**TASK DIRECTIONS:** What lines below contain the string "without"? List them all.

**INPUT:**
.....

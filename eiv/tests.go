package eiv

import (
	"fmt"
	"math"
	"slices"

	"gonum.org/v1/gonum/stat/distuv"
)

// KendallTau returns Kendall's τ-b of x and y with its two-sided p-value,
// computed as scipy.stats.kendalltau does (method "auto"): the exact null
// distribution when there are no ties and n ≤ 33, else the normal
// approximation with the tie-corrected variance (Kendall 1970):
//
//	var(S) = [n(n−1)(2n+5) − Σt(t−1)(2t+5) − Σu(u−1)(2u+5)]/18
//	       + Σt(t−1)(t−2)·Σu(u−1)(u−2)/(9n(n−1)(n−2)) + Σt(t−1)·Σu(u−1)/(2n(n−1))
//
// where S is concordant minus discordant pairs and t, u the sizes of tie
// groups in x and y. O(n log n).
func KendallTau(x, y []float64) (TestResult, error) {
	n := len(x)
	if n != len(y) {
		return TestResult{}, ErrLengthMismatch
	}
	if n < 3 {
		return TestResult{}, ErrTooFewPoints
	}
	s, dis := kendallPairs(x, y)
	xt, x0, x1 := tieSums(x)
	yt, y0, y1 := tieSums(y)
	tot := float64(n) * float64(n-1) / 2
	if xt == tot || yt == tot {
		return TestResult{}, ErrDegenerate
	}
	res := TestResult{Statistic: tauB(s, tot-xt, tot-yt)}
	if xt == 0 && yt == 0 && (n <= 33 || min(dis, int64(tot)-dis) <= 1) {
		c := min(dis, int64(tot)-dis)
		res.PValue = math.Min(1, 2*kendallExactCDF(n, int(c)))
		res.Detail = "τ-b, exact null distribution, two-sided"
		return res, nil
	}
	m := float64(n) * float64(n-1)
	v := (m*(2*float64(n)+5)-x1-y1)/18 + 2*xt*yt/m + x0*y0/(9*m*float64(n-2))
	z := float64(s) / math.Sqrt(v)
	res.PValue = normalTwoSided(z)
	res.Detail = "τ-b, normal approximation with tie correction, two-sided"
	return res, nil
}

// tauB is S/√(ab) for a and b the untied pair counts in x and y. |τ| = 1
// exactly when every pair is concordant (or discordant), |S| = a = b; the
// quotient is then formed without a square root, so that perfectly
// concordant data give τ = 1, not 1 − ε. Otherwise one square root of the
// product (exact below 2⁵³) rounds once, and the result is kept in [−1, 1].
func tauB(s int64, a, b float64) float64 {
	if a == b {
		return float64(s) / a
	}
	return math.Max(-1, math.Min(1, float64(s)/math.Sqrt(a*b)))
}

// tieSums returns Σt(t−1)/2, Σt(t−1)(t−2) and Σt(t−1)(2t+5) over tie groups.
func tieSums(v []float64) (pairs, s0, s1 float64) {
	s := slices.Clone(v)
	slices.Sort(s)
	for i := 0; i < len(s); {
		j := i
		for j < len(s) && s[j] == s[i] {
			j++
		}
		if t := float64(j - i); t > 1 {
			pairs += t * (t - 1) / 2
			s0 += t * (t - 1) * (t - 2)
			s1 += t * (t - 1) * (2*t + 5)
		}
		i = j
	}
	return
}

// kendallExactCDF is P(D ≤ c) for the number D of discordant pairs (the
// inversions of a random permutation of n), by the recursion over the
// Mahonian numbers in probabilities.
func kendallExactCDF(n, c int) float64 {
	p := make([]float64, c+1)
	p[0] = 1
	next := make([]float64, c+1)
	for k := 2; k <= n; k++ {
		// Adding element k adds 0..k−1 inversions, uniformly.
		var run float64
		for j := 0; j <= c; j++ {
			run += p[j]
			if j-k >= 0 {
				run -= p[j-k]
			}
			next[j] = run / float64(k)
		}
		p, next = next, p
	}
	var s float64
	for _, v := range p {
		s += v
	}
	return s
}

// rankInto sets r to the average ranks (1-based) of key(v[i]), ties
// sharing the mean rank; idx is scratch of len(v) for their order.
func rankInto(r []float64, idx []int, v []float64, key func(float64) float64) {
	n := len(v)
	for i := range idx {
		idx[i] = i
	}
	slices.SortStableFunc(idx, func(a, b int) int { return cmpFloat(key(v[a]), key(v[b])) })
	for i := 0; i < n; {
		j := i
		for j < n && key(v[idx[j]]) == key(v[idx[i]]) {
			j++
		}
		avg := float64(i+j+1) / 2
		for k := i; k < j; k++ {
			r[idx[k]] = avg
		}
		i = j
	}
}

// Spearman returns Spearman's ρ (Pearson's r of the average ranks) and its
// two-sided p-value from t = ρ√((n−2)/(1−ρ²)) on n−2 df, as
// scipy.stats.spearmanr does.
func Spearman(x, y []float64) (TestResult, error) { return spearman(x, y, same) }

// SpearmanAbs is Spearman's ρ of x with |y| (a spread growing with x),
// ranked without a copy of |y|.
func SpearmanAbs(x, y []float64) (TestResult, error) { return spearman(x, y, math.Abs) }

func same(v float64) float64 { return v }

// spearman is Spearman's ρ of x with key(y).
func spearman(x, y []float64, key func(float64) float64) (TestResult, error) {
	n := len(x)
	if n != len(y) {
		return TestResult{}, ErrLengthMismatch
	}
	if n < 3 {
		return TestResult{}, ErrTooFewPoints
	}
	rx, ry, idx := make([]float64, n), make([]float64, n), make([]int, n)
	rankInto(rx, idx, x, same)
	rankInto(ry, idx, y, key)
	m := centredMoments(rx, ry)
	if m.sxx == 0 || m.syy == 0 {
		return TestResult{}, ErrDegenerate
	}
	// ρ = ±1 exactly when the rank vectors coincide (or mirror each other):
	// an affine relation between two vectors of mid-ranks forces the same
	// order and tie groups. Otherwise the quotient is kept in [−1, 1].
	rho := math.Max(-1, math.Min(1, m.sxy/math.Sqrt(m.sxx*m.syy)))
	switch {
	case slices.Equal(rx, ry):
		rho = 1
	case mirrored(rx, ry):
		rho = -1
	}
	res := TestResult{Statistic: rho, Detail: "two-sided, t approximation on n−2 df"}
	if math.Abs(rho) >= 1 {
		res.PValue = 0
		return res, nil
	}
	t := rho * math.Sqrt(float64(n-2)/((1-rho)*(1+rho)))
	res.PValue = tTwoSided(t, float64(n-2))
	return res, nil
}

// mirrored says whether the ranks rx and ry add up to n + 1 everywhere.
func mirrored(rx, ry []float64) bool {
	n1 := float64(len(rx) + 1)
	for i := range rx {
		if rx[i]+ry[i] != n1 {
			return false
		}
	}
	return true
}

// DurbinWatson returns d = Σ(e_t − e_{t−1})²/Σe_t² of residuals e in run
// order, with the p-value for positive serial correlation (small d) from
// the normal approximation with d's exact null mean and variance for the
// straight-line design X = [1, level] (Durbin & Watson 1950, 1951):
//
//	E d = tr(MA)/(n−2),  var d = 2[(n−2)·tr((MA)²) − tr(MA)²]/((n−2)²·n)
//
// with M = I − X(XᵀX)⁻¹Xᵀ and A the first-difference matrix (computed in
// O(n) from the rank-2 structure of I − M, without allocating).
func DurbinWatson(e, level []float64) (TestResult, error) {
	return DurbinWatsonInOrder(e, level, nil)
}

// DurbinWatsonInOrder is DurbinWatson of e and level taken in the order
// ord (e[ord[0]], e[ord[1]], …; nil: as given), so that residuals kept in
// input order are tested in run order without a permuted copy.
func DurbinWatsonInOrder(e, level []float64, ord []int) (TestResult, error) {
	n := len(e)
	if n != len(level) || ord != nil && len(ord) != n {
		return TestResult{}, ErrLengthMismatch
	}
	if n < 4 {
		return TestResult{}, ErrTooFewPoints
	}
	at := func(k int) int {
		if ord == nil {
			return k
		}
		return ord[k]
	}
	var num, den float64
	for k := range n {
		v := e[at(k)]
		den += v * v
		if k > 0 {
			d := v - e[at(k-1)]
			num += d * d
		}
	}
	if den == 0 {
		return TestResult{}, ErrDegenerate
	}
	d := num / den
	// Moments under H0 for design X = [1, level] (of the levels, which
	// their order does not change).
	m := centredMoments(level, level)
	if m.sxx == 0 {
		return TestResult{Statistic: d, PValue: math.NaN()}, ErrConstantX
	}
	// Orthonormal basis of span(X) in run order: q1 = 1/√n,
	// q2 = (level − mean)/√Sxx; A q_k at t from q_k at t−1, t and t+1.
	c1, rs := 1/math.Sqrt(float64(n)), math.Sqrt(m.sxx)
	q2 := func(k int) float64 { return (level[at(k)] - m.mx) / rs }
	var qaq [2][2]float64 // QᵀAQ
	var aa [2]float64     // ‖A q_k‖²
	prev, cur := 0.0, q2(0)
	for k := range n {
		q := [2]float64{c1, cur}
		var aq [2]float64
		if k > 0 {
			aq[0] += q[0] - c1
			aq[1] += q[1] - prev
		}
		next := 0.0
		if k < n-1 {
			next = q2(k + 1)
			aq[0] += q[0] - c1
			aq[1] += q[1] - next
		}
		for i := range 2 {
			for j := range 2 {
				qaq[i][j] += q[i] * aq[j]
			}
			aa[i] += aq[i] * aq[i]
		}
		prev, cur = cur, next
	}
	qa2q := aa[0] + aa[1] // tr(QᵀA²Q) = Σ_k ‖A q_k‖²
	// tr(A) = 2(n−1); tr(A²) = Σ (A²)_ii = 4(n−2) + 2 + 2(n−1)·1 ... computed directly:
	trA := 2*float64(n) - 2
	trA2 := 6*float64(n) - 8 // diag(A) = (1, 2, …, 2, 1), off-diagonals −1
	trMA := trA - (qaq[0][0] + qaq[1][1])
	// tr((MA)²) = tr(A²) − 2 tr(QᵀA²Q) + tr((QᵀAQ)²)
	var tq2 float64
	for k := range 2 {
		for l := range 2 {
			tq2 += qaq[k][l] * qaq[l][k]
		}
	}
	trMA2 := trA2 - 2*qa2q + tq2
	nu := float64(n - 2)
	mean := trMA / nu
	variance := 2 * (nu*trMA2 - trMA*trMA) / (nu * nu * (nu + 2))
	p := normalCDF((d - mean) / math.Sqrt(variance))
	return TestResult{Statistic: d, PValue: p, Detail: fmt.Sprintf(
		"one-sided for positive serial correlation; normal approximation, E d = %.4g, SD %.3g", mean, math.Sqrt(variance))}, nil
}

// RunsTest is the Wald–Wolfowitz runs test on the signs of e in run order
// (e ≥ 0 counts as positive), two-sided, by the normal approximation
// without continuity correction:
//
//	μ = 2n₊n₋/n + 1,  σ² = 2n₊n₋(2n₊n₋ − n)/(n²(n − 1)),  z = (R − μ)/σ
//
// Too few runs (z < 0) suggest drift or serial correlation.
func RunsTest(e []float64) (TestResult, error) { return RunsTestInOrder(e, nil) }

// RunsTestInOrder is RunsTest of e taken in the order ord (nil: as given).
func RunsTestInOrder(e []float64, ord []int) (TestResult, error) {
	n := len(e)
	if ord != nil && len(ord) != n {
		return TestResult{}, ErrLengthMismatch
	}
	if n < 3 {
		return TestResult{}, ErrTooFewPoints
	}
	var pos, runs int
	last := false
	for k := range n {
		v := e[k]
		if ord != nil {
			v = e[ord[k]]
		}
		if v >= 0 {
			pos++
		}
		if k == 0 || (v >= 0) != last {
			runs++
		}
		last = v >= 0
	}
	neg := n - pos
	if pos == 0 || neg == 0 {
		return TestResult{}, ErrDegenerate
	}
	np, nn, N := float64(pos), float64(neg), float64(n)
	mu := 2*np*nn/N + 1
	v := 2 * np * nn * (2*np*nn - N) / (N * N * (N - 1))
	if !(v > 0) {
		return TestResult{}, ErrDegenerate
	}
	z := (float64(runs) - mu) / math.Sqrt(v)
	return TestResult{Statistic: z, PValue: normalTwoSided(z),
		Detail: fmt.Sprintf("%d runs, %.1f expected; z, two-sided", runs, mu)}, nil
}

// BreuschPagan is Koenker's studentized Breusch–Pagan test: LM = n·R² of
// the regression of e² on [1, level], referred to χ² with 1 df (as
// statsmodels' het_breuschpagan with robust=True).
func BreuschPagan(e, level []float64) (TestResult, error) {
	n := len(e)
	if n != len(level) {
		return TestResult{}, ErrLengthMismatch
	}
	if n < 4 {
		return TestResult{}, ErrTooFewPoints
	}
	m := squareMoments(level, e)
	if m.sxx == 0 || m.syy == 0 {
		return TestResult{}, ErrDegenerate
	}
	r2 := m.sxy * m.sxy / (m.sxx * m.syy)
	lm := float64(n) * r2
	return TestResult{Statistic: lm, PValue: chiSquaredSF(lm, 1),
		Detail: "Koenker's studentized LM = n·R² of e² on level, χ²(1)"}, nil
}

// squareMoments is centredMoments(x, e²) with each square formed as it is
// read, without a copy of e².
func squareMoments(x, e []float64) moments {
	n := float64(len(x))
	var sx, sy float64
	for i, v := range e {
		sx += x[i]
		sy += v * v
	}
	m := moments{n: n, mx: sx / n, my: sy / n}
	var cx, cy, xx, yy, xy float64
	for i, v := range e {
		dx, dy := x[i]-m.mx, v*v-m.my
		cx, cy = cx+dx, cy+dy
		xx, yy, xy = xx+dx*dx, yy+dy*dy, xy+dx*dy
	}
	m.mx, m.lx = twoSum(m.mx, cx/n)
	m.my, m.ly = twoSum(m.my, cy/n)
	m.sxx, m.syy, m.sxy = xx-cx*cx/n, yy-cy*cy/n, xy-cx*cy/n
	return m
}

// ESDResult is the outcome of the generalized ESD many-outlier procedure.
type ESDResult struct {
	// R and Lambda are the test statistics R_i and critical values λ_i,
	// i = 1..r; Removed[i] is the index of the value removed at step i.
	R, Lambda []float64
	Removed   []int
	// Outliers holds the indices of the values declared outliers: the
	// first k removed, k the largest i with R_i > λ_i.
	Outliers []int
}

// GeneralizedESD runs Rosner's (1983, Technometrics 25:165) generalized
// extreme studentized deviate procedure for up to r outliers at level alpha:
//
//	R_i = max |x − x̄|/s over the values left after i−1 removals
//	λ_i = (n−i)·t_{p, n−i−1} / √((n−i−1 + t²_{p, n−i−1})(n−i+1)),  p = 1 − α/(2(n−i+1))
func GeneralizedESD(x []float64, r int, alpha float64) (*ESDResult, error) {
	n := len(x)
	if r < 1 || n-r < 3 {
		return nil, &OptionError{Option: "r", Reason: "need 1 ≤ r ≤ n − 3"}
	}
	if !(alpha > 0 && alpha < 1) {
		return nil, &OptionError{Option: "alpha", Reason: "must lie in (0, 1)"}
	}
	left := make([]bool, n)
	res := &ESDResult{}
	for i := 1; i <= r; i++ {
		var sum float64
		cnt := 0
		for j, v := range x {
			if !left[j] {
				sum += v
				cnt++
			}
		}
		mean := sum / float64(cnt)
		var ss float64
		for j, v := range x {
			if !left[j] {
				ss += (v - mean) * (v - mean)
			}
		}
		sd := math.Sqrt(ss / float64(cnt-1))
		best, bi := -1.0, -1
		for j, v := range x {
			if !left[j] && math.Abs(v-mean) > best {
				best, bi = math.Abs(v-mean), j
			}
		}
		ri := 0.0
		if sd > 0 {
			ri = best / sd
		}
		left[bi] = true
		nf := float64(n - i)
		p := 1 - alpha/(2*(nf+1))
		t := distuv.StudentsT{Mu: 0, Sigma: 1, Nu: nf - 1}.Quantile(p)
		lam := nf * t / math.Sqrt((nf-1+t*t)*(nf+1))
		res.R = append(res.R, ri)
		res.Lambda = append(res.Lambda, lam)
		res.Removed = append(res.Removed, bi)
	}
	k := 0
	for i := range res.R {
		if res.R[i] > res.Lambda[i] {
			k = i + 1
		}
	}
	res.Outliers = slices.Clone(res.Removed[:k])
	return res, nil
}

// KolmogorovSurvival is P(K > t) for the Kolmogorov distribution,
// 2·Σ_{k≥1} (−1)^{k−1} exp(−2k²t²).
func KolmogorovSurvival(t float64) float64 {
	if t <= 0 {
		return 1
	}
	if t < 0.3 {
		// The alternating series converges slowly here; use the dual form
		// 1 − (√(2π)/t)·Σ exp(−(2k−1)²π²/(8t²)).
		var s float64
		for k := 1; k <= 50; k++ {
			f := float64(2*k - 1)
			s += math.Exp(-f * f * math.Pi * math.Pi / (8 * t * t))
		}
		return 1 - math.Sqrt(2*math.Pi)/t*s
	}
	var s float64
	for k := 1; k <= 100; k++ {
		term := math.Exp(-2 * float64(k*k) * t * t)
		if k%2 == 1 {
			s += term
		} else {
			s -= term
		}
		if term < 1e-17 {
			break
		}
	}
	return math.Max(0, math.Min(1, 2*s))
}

.....

**OUTPUT BELOW:**
// quotient is then formed without a square root, so that perfectly
// ranked without a copy of |y|.
// O(n) from the rank-2 structure of I − M, without allocating).
// input order are tested in run order without a permuted copy.
// without continuity correction:
// read, without a copy of e².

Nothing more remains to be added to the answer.